4. the direct selfreparing control method of a kind of quadrotor as claimed in claim 3, it is characterized in that: in above-mentioned steps one, the state vector x of described four-rotor helicopter is as follows:

$x^T=[\mathrm{\&epsiv;},p,\mathrm{\&lambda;},\frac{\&PartialD;}{\&PartialD;t}\mathrm{\&epsiv;,}\frac{\&PartialD;}{\&PartialD;t}p,\frac{\&PartialD;}{\&PartialD;t}\mathrm{\&lambda;}]$

Wherein, λ is expressed as lifting angle, roll angle, yaw angle, lifting angle cireular frequency, roll angle cireular frequency and yaw angle cireular frequency; The output vector y of described four-rotor helicopter is as follows:

y ^T＝[ε,p,λ]

Wherein, ε, p, λ are expressed as lifting angle, roll angle and yaw angle.

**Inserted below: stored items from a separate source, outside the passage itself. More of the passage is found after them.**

"""Whether NumPy itself gives other bits for the same values in another shape or layout."""

from __future__ import annotations

import itertools
from collections.abc import Callable, Iterator, Sequence
from typing import Any, Literal

import numpy as np
import numpy.typing as npt

from narrowgauge.conduct.tracing import Kept, Key, Operation, Trace

__all__ = ["Layout", "laid_out", "repeated"]

Layout = Literal["C", "Fortran", "strided", "reversed"]
Array = npt.NDArray[Any]

_MOST_SPELLINGS = 4096
_APART = 4  # values of other rows between two of a row, in memory


def repeated(trace: Trace, number: int, *, paths: int | None = None, layout: Layout | None = None) -> bool | None:
    """Whether NumPy differs from itself in operation `number` of a trace, in another batch size or memory layout.

    The operation runs on the kept values in plain NumPy, on as many columns as the run had, the kept ones in turn, and
    on `paths` columns, or with operands laid out anew; True where a path has other bits. None where the operation is
    not one that NumPy can be asked to repeat: of an emulated run that is one whose bits plain NumPy does not give.
    """
    operation = trace.operations[number]
    if not operation.results or operation.results[0].axis is None:
        return None
    before = [_restored(trace, kept, trace.paths) for kept in operation.operands]
    call = operation.call or _call_of(trace, operation, before)
    if call is None:
        return None
    count = trace.paths if paths is None else paths
    after = [_restored(trace, kept, count) for kept in operation.operands]
    if layout is not None:
        after = [laid_out(array, layout) for array in after]
    one, other = (_first_result(call, operands, operation) for operands in (before, after))
    columns = range(min(trace.paths, count, len(trace.kept)))
    axis = operation.results[0].axis
    return one.take(columns, axis).tobytes() != other.take(columns, axis).tobytes()


def laid_out(array: Array, layout: Layout) -> Array:
    """Return the values of an array in a memory layout: its last axis in order, apart, or from the end to the front."""
    if array.ndim == 0:
        return array
    if layout == "reversed":
        front: Array = np.ascontiguousarray(array[..., ::-1])
        return front[..., ::-1]
    if layout == "strided":
        wide: Array = np.zeros((*array.shape[:-1], 2 * array.shape[-1]), array.dtype)
        wide[..., ::2] = array
        return wide[..., ::2]
    if layout == "Fortran" and array.ndim == 1:  # a row of an array of steps and paths
        rows: Array = np.zeros((_APART, array.size), array.dtype, order="F")
        rows[0] = array
        return rows[0, :]
    return np.asfortranarray(array) if layout == "Fortran" else np.ascontiguousarray(array)


def _restored(trace: Trace, kept: Kept, paths: int) -> Array:
    """Return an operand of the run with `paths` paths, those that were kept in turn."""
    if kept.axis is None:
        length = kept.shape[-1] if kept.shape else 1
        rows = [np.broadcast_to(trace.rows[key], length) for key in kept.keys]
        return np.array(rows, np.float64).reshape(kept.shape).astype(kept.dtype)
    others = kept.shape[: kept.axis] + kept.shape[kept.axis + 1 :]
    columns = np.arange(paths) % len(trace.kept)
    rows = [trace.values(key)[columns] for key in kept.keys]
    array = np.array(rows, np.float64).reshape(*others, paths).astype(kept.dtype)
    return np.ascontiguousarray(np.moveaxis(array, -1, kept.axis))


def _first_result(call: Callable[..., Any], operands: Sequence[Array], operation: Operation) -> Array:
    """Return what an operation gives, as the run held it; NaN is NaN."""
    with np.errstate(all="ignore"):
        result = call(*operands)
        array = np.array(result[0] if isinstance(result, tuple) else result).astype(operation.results[0].dtype)
    if array.dtype.kind == "f":
        array[np.isnan(array)] = np.nan
    return array


def _call_of(trace: Trace, operation: Operation, operands: Sequence[Array]) -> Callable[..., Any] | None:
    """Return the call of NumPy's that gives an emulated operation's bits on the kept paths."""
    wanted, axis = operation.results[0], operation.results[0].axis
    for call in itertools.islice(_spellings(operation, operands), _MOST_SPELLINGS):
        try:
            found = _first_result(call, operands, operation)
        except (TypeError, ValueError, IndexError):  # it does not take such operands
            continue
        if found.shape == wanted.shape and axis is not None and _rows_of(trace, found, axis) == wanted.keys:
            return call
    return None


def _rows_of(trace: Trace, array: Array, axis: int) -> tuple[Key, ...] | None:
    """Return the rows of an array whose columns are the kept paths in turn."""
    probe = Trace(len(trace.kept))
    kept = probe.keep(array.take(range(len(trace.kept)), axis))
    return None if kept is None or kept.axis is None else kept.keys


def _spellings(operation: Operation, operands: Sequence[Array]) -> Iterator[Callable[..., Any]]:
    """Yield the calls that an emulated operation can have been: the observer is not told axes and subscripts."""
    if operation.name == "einsum":
        for text in _subscripts([array.shape for array in operands], operation.results[0].shape):
            yield _einsum(text)
        return
    function: Any = np
    for name in operation.name.split("."):
        function = getattr(function, name, None)
    if not callable(function):
        return
    yield function
    if len(operands) == 1:
        for axis in range(operands[0].ndim):
            yield _along(function, axis=axis)
            yield _along(function, axis=axis, keepdims=True)


def _einsum(text: str) -> Callable[..., Any]:
    return lambda *operands: np.einsum(text, *operands)


def _along(function: Callable[..., Any], **further: Any) -> Callable[..., Any]:
    return lambda *operands: function(*operands, **further)


def _subscripts(shapes: Sequence[tuple[int, ...]], result: tuple[int, ...]) -> Iterator[str]:
    """Yield what np.einsum can have been told for operands and a result of these shapes, without repeated letters."""
    lengths = [length for shape in shapes for length in shape]
    ends = list(itertools.accumulate(map(len, shapes)))

    def labelled(done: list[int], sizes: list[int]) -> Iterator[tuple[list[int], list[int]]]:
        if len(done) == len(lengths):
            yield done, sizes
            return
        start = max((end for end in ends if end <= len(done)), default=0)
        for label, size in enumerate(sizes):
            if size == lengths[len(done)] and label not in done[start:]:
                yield from labelled([*done, label], sizes)
        yield from labelled([*done, len(sizes)], [*sizes, lengths[len(done)]])

    for labels, sizes in labelled([], []):
        text = "".join(chr(97 + label) for label in labels)
        parts = ",".join(text[start:end] for start, end in zip([0, *ends], ends, strict=False))
        for kept in itertools.permutations(range(len(sizes)), len(result)):
            if tuple(sizes[label] for label in kept) == result:
                yield parts + "->" + "".join(chr(97 + label) for label in kept)
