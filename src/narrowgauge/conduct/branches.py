"""Whether the two branches of a split cancel to the bit, before anything is measured.

The low branch run alone must give the numbers that the low part of the correction gives on the same draws: that is the
cheap and sufficient condition for both to have one mean. Where [branches] names two functions they are compared on
every level; and each function is held against itself with other paths, in other layouts of memory, and in two threads.
"""

from __future__ import annotations

from collections import Counter
from collections.abc import Callable, Sequence
from functools import partial

import msgspec
import numpy as np

from narrowgauge.arithmetic.arithmetic import arithmetic_named
from narrowgauge.arithmetic.formats import FORMATS
from narrowgauge.conduct.branchcauses import MOST_STEPS, Causes, located, narrow_down, where_entry
from narrowgauge.conduct.branchcomparison import Comparer, Mismatch
from narrowgauge.conduct.branchemulation import Run
from narrowgauge.conduct.branchvariations import REPEATS, Found, Varied, vary
from narrowgauge.conduct.entries import finite, interval_fields
from narrowgauge.conduct.trial import NOT_IDENTICAL, same_bits
from narrowgauge.dispatch.setting import Place
from narrowgauge.draws.coarsen import Draws
from narrowgauge.draws.streams import GRAIN, Purpose
from narrowgauge.draws.tape import Tape
from narrowgauge.errors import AuditFileError, DispatchError, said
from narrowgauge.judge.asked import rmse_of
from narrowgauge.judge.branches import bias, differs, split_formats, ulps, wide_formats, within
from narrowgauge.judge.intervals import Interval
from narrowgauge.kernel.auditfile import AuditFile
from narrowgauge.kernel.branchlibrary import PairLibrary
from narrowgauge.kernel.contract import check_parameters
from narrowgauge.kernel.loading import KernelSource
from narrowgauge.kernel.raised import with_place
from narrowgauge.measure.arms import PLAIN, REFERENCE
from narrowgauge.measure.block import BlockRunner
from narrowgauge.measure.branchruns import Branch, BranchError, BranchSource, branch_sources, given
from narrowgauge.measure.calls import Caller
from narrowgauge.record.branches import BranchesEntry, CastEntry, MismatchEntry, TriedEntry, WhereEntry

__all__ = ["branches_entry", "broken_splits"]

_STEPS = 8  # of the finer level on which conditions are tried: enough to pass through the time loop
_SINGLE = 32  # paths of a kernel that is run path by path


def branches_entry(
    file: AuditFile, kernel: KernelSource, runner: BlockRunner, *, quick: bool = False
) -> BranchesEntry | None:
    """Return what the branches of all splits come to, or None where no scheme is a split.

    A `quick` check is one of a few steps and paths.

    Raises what the functions of [branches] raise in the reference, AuditFileError where parameters do not fit them, and
    EscapeError or RefusedError for what would go unrounded in them.
    """
    formats = split_formats(file)
    return _Check(file, kernel, runner, formats, quick).entry() if formats else None
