"""What approximate draws do, as entries of the record."""

from __future__ import annotations

from collections.abc import Mapping

from narrowgauge.conduct.entries import interval_fields, variance_of, variance_se_of
from narrowgauge.draws.approximate import Approximation
from narrowgauge.judge.separation import Order, Parts, order, parts
from narrowgauge.kernel.approximation import quality
from narrowgauge.kernel.arms import Arm
from narrowgauge.kernel.auditfile import AuditFile
from narrowgauge.measure.arms import REFERENCE
from narrowgauge.measure.tally import QuantityTally
from narrowgauge.record.draws import DrawsEntry, OrderEntry, PartsEntry, SeparationEntry

__all__ = ["draws_entry", "separation_entry"]


def draws_entry(file: AuditFile, approximation: Approximation | None) -> DrawsEntry | None:
    """Return what an audit's approximate normals are, and how good; None without [draws]. Raises as `quality` does."""
    if file.draws is None or approximation is None:
        return None
    mean, variance, error = quality(approximation)
    return DrawsEntry(
        approximate=file.draws.approximate,
        cells=file.draws.cells,
        intervals=file.draws.intervals,
        degree=file.draws.degree,
        mean=mean,
        variance=variance,
        mean_square_error=error,
    )


def separation_entry(file: AuditFile, tallies: Mapping[int, QuantityTally], alpha: float) -> SeparationEntry:
    """Return the parts of the corrections of one quantity, by level, and their orders."""
    cheap = [name for name in file.arms if not Arm.named(name).exact]
    return SeparationEntry(
        parts={
            form: [_parts_entry(level, parts(tally, form, alpha)) for level, tally in tallies.items()]
            for form in (Arm.named(name).format for name in cheap)
            if form != REFERENCE
        },
        orders={name: _order_entry(_order(file, tallies, name, alpha)) for name in cheap},
    )


def _order(file: AuditFile, tallies: Mapping[int, QuantityTally], name: str, alpha: float) -> Order:
    found = {level: tally.corrections.get((name, REFERENCE)) for level, tally in tallies.items() if file.coupled(level)}
    known = {level: series for level, series in found.items() if series is not None}
    return order(known, file.ladder.refinement, alpha)


def _parts_entry(level: int, found: Parts) -> PartsEntry:
    return PartsEntry(
        level=level,
        arithmetic=variance_of(found.arithmetic),
        arithmetic_se=variance_se_of(found.arithmetic),
        draws=variance_of(found.draws),
        draws_se=variance_se_of(found.draws),
        both=variance_of(found.both),
        both_se=variance_se_of(found.both),
        **interval_fields("ratio", found.ratio),
        larger=found.larger,
    )


def _order_entry(found: Order) -> OrderEntry:
    fields = interval_fields("slope", found.slope)
    return OrderEntry(**fields, levels=list(found.levels), reason=found.reason)
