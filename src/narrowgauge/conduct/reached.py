"""From the notes of a trial run to the `reach` and `range` parts of the record."""

from __future__ import annotations

from collections import Counter
from collections.abc import Iterable, Mapping, Sequence
from typing import TypedDict

import numpy as np

from narrowgauge.conduct.observers import Constants, Kind, Line, Notes
from narrowgauge.dispatch.setting import Way
from narrowgauge.kernel.auditfile import AuditFile
from narrowgauge.record.audit import (
    ConstantEntry,
    ConstantValue,
    DecisionEntry,
    LineCount,
    RangeEntry,
    ReachEntry,
    ReachLine,
)

__all__ = ["most_of", "range_entry", "reach_entry", "text_remarks"]

_SHOWN = 5  # values of one line; a step size times a counter has as many as there are steps
_KINDS: tuple[Kind, ...] = ("zero", "infinite", "subnormal", "moved")


def reach_entry(
    file: AuditFile, notes: Notes, narrow: Mapping[str, Notes], runs: Iterable[Notes], remarks: Sequence[str]
) -> ReachEntry:
    """Return what the reference reached.

    `narrow` are the arms that came to an end on the same draws, `runs` all runs of the trial.
    """
    lines = [
        ReachLine(**_place(file, place), operation=operation, route=route, count=number)
        for (place, operation, route), number in sorted(notes.operations.items(), key=lambda item: _by_name(item[0]))
    ]
    # A sum in a stated order rounds each partial result.
    rounded = sum(line.count for line in lines if line.route in ("rounded", "accumulated"))
    whole = sum(line.count for line in lines if line.route == "whole")
    everywhere = list(runs)
    return ReachEntry(
        operations=sum(line.count for line in lines),
        rounded=rounded,
        share=rounded / (rounded + whole) if rounded + whole else None,
        decisions=notes.decisions.total(),
        lines=lines,
        integers=_counts(file, most_of(everywhere, "integer")),
        changed_decisions=_changed(file, notes, narrow),
        allowed_escapes=_counts(file, most_of(everywhere, "escape")),
        remarks=list(remarks),
    )


def range_entry(file: AuditFile, constants: Constants, arms: Sequence[str]) -> RangeEntry:
    """Return what becomes of constants, in order of the lines; the first few values of each line, arm and kind."""
    entries = []
    for (arm, place, kind), values in sorted(constants.found.items(), key=lambda item: _by_kind(item[0], arms)):
        for parameter, own in _by_parameter(file, place, values).items():
            entries.append(
                ConstantEntry(
                    **_place(file, place),
                    parameter=parameter,
                    arm=arm,
                    kind=kind,
                    count=own.total(),
                    distinct=len(own),
                    values=[_value(constants, arm, value, count) for value, count in [*own.items()][:_SHOWN]],
                )
            )
    return RangeEntry(constants=entries)


def text_remarks(file: AuditFile, runs: Iterable[Notes]) -> list[str]:
    """Say on which lines values of the state became text, in any run of the trial."""
    found = most_of(runs, "text")
    words = "of the state became text, which leaves the emulation: what is read back from it is not rounded"
    return [
        f"{file.shown(place.file)}:{place.line}: {f'{count} values' if count > 1 else 'a value'} {words}"
        for place, count in sorted(found.items(), key=lambda item: _order(item[0]))
        if place is not None  # not of the kernel's code
    ]


def most_of(runs: Iterable[Notes], way: Way) -> Counter[Line]:
    """Return how often values left on each line, in the run where that was most."""
    most: Counter[Line] = Counter()
    for notes in runs:
        most |= notes.ways[way]
    return most


def _changed(file: AuditFile, reference: Notes, narrow: Mapping[str, Notes]) -> list[DecisionEntry]:
    """Return the lines where an arm took another number of decisions, or found another number of them true."""
    places = set(reference.decisions).union(*(notes.decisions for notes in narrow.values()))
    return [
        DecisionEntry(
            **_place(file, place),
            arm=arm,
            reference_count=reference.decisions[place],
            reference_true=reference.affirmed[place],
            count=notes.decisions[place],
            true=notes.affirmed[place],
        )
        for place in sorted(places, key=_order)
        for arm, notes in narrow.items()
        if (reference.decisions[place], reference.affirmed[place]) != (notes.decisions[place], notes.affirmed[place])
    ]


def _by_parameter(file: AuditFile, place: Line, values: Counter[float]) -> dict[str | None, Counter[float]]:
    """Return constants told apart by the array parameter that holds them; those of a line stay together."""
    if place is not None:
        return {None: values}
    arrays = {name: value for name, value in file.keywords().items() if isinstance(value, np.ndarray)}
    found: dict[str | None, Counter[float]] = {}
    for number, count in values.items():
        name = next((name for name, array in arrays.items() if (array == number).any()), None)
        found.setdefault(name, Counter())[number] = count
    return found


def _value(constants: Constants, arm: str, value: float, count: int) -> ConstantValue:
    finding = constants.finding(arm, value)
    if finding.kind == "infinite":
        return ConstantValue(value=value, became=None, ulps=None, count=count)
    return ConstantValue(value=value, became=finding.became, ulps=finding.ulps, count=count)


def _counts(file: AuditFile, found: Counter[Line]) -> list[LineCount]:
    return [LineCount(**_place(file, place), count=found[place]) for place in sorted(found, key=_order)]


class _Where(TypedDict):
    file: str | None
    line: int | None


def _place(file: AuditFile, place: Line) -> _Where:
    if place is None:
        return {"file": None, "line": None}
    return {"file": file.shown(place.file), "line": place.line}


def _order(place: Line) -> tuple[str, int]:
    return (place.file, place.line) if place else ("", 0)


def _by_name(key: tuple[Line, str, str]) -> tuple[tuple[str, int], str]:
    return _order(key[0]), key[1]


def _by_kind(key: tuple[str, Line, Kind], arms: Sequence[str]) -> tuple[tuple[str, int], int, int]:
    arm, place, kind = key
    return _order(place), arms.index(arm), _KINDS.index(kind)
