"""Costs of a step from measured times of a kernel that rounds for itself: formats run in turns, and their medians.

They hold for the machine that measured them: half precision that a processor lacks is slower there than single.
"""

from __future__ import annotations

from collections.abc import Mapping
from statistics import median

import msgspec

from narrowgauge.arithmetic.arithmetic import arithmetic_named
from narrowgauge.conduct.canary import MOST_STEPS
from narrowgauge.draws.coarsen import Draws, fine_draws
from narrowgauge.draws.streams import Purpose
from narrowgauge.kernel.arms import Arm
from narrowgauge.kernel.auditfile import AuditFile
from narrowgauge.kernel.raised import kept_apart, raised
from narrowgauge.measure.arms import REFERENCE
from narrowgauge.measure.block import BlockRunner
from narrowgauge.record.costs import CostEntry

__all__ = ["step_costs", "with_costs"]

_PATHS = 8192
_RUNS = 11  # after one that nobody counts
_NANO = 1e9


def step_costs(file: AuditFile, runner: BlockRunner) -> dict[str, CostEntry]:
    """Return the cost of a step by format, from fine paths of the finest level of at most 64 steps.

    A format in which the kernel raises costs what float64 does; it is not going to be chosen.
    """
    level = file.ladder.level_within(MOST_STEPS)
    draws = runner.draws(level, 0, Purpose.TRIAL, min(_PATHS, runner.paths(level)))
    assert isinstance(draws, Draws)  # no kernel that rounds for itself draws for itself
    steps = draws.values.shape[0] * draws.values.shape[-1]
    arms = [arm for arm in runner.arms if Arm.named(arm).exact]  # a step costs the same with other draws
    drawn = {arm: fine_draws(draws, arithmetic_named(arm)) for arm in arms}
    callers = {arm: runner.caller(arithmetic_named(arm)) for arm in arms}
    times: dict[str, list[float]] = {arm: [] for arm in arms}
    for _ in range(1 + _RUNS):
        for arm, caller in callers.items():
            with kept_apart(level, arm) as kept:  # what it raises in a narrow arm is the measurement's to keep
                times[arm].append(caller.seconds(drawn[arm], level) / steps * _NANO)
            if kept.problem is not None and arm == REFERENCE:
                raise raised(kept.problem, level, arm) from kept.problem
    counted = {arm: found[1:] or times[REFERENCE][1:] for arm, found in times.items()}
    unit = median(counted[REFERENCE])
    return {
        arm: CostEntry(
            cost=median(found) / unit,
            nanoseconds=median(found),
            fastest=min(found),
            slowest=max(found),
            runs=len(found),
        )
        for arm, found in counted.items()
    }


def with_costs(file: AuditFile, costs: Mapping[str, CostEntry] | None) -> AuditFile:
    """Return the audit file with measured costs to judge by, if there are any."""
    if costs is None:
        return file
    timed = msgspec.structs.replace(file.cost, **{arm: one.cost for arm, one in costs.items()})
    return msgspec.structs.replace(file, timed=timed)
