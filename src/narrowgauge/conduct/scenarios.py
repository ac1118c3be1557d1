"""The scenarios of a box of parameters, and what trying them will take."""

from __future__ import annotations

import itertools
from collections.abc import Collection
from dataclasses import dataclass

import numpy as np
from scipy.stats import qmc

from narrowgauge.draws.streams import Purpose
from narrowgauge.kernel.auditfile import AuditFile
from narrowgauge.kernel.domaintable import DomainTable
from narrowgauge.measure.arms import arms_of
from narrowgauge.measure.scenarios import Speed
from narrowgauge.measure.task import Key

__all__ = [
    "DomainPlan",
    "Scenario",
    "audited_point",
    "block_of",
    "corners_of",
    "domain_plan",
    "looks_of",
    "scenarios_of",
    "steps_of",
]

_MOST_CORNERS = 32


@dataclass(frozen=True, slots=True, kw_only=True)
class Scenario:
    """A point of the box: its number from 1 on, its parameters in the order of the sides, and whether it is drawn."""

    number: int
    values: tuple[float, ...]
    drawn: bool


@dataclass(frozen=True, slots=True, kw_only=True)
class DomainPlan:
    """What trying the scenarios takes: `drawn` points and `corners`, paths of a level at the first look and at most.

    Path steps count fine and coarse steps of every arm; seconds are an estimate. Of so many looks, `kept` are there.
    """

    drawn: int
    corners: int
    paths: int
    most_paths: int
    path_steps: int
    most_path_steps: int
    seconds: float
    most_seconds: float
    kept: int


def scenarios_of(file: AuditFile) -> tuple[Scenario, ...]:
    """Return scrambled Sobol points of the box of [domain], then its corners; they follow from the audit file alone.

    The scrambling is keyed by the seed of the audit.
    """
    domain = _domain(file)
    axes = list(domain.parameters.values())
    key = np.random.SeedSequence(file.sampling.seed, spawn_key=(int(Purpose.SCENARIO),))
    source = np.random.Generator(np.random.PCG64DXSM(key))
    sobol = qmc.Sobol(len(axes), scramble=True, seed=source)
    places = sobol.random_base2(domain.scenarios.bit_length() - 1)
    drawn = [tuple(axis.value(float(place)) for axis, place in zip(axes, row, strict=True)) for row in places]
    return tuple(
        Scenario(number=number, values=values, drawn=number <= len(drawn))
        for number, values in enumerate([*drawn, *corners_of(file, _MOST_CORNERS)], start=1)
    )


def corners_of(file: AuditFile, most: int) -> list[tuple[float, ...]]:
    """Return the corners of the box of [domain], lower ends first, where there are at most so many.

    Else both ends of each side in turn, with the other parameters at the audited point.
    """
    ends = [(axis.low, axis.high) for axis in _domain(file).parameters.values()]
    if 2 ** len(ends) <= most:
        return list(itertools.product(*ends))
    point = audited_point(file)
    return [(*point[:side], end, *point[side + 1 :]) for side, both in enumerate(ends) for end in both]


def audited_point(file: AuditFile) -> tuple[float, ...]:
    """Return the audited parameters that are sides of the box, in the order of the sides."""
    found = [file.parameters[name] for name in _domain(file).parameters]
    return tuple(float(value) for value in found if isinstance(value, int | float))


def looks_of(domain: DomainTable) -> list[int]:
    """Return the paths of a level at which a scenario is judged: doubled within the budget."""
    looks = [domain.paths]
    while 2 * looks[-1] <= domain.most_paths:
        looks.append(2 * looks[-1])
    return looks


def block_of(file: AuditFile, looks: list[int], look: int) -> int:
    """Return the most paths of a block at a look: what it adds, in as few blocks as the audit's own are large."""
    added = looks[look] - (looks[look - 1] if look else 0)
    return min(file.sampling.block, added)


def steps_of(file: AuditFile, level: int) -> int:
    """Return the steps that one path takes on a level: fine and coarse, in every arm."""
    steps = file.ladder.steps(level) + (file.ladder.steps(level - 1) if file.coupled(level) else 0)
    return steps * len(arms_of(file.arms))


def domain_plan(file: AuditFile, speed: Speed | None, workers: int, kept: Collection[Key]) -> DomainPlan | None:
    """Return what the scenarios will take where `kept` looks of theirs are there; None without [domain]."""
    if file.domain is None or speed is None:
        return None
    scenarios, looks = scenarios_of(file), looks_of(file.domain)
    steps = sum(steps_of(file, level) for level in file.ladder.levels)
    step = speed.path / steps_of(file, speed.level)
    # Of a later look it is not known how many levels it has; that of a first one is a copy and all levels.
    first = sum((scenario.number, 0) not in kept for scenario in scenarios)
    one = speed.copies + step * steps * looks[0]
    most = (len(looks) - 1) * speed.copies + step * steps * (looks[-1] - looks[0])
    return DomainPlan(
        drawn=file.domain.scenarios,
        corners=len(scenarios) - file.domain.scenarios,
        paths=looks[0],
        most_paths=looks[-1],
        path_steps=len(scenarios) * looks[0] * steps,
        most_path_steps=len(scenarios) * looks[-1] * steps,
        seconds=first * one / workers,
        most_seconds=(first * one + len(scenarios) * most) / workers,
        kept=len(kept),
    )


def _domain(file: AuditFile) -> DomainTable:
    assert file.domain is not None  # or there are no scenarios
    return file.domain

5. the direct selfreparing control method of a kind of quadrotor as claimed in claim 4, is characterized in that: described quadrotor meets following kinetic model when balance position:

$\frac{\text{\&PartialD;}}{\&PartialD;t}x=A_{p}x+B_{p}u,y=\mathrm{Cx}+\mathrm{Du}$

Wherein D is the real matrix of corresponding dimension, the following is the system real matrix of corresponding dimension:

$\begin{array}{c}{A}_p=\left[\begin{array}{cccccc}0& 0& 0& 1& 0& 0\\ 0& 0& 0& 0& 1& 0\\ 0& 0& 0& 0& 0& 1\\ 0& 0& 0& 0& 0& 0\\ 0& 0& 0& 0& 0& 0\\ 0& 0& 0& 0& 0& 0\end{array}\right]B_p=\left[\begin{array}{cccc}0& 0& 0& 0\\ 0& 0& 0& 0\\ 0& 0& 0& 0\\ \frac{{\mathrm{lK}}_f}{J_p}& -\frac{{\mathrm{lK}}_f}{J_p}& 0& 0\\ 0& 0& \frac{{\mathrm{lK}}_f}{J_r}& -\frac{{\mathrm{lK}}_f}{J_r}\\ \frac{K_{\mathrm{fc}}}{J_y}& \frac{K_{\mathrm{fc}}}{J_y}& \frac{K_{\mathrm{fn}}}{J_y}& \frac{K_{\mathrm{fn}}}{J_y}\end{array}\right]\\ C=\left[\begin{array}{cccccc}1& 0& 0& 0& 0& 0\\ 0& 1& 0& 0& 0& 0\\ 0& 0& 1& 0& 0& 0\end{array}\right]D=\left[\begin{array}{cccc}0& 0& 0& 0\\ 0& 0& 0& 0\\ 0& 0& 0& 0\end{array}\right]\end{array}$

Wherein, K _fnclockwise propeller torque thrust constant, K _fcclockwise propeller torque thrust constant, K _fbe propeller thrust constant, l is the distance of rotor hinge to motor, J _ythe equivalent moment of inertia around yaw axis, J _pthe equivalent moment of inertia around pitch axis, J _rit is the equivalent moment of inertia around wobble shaft.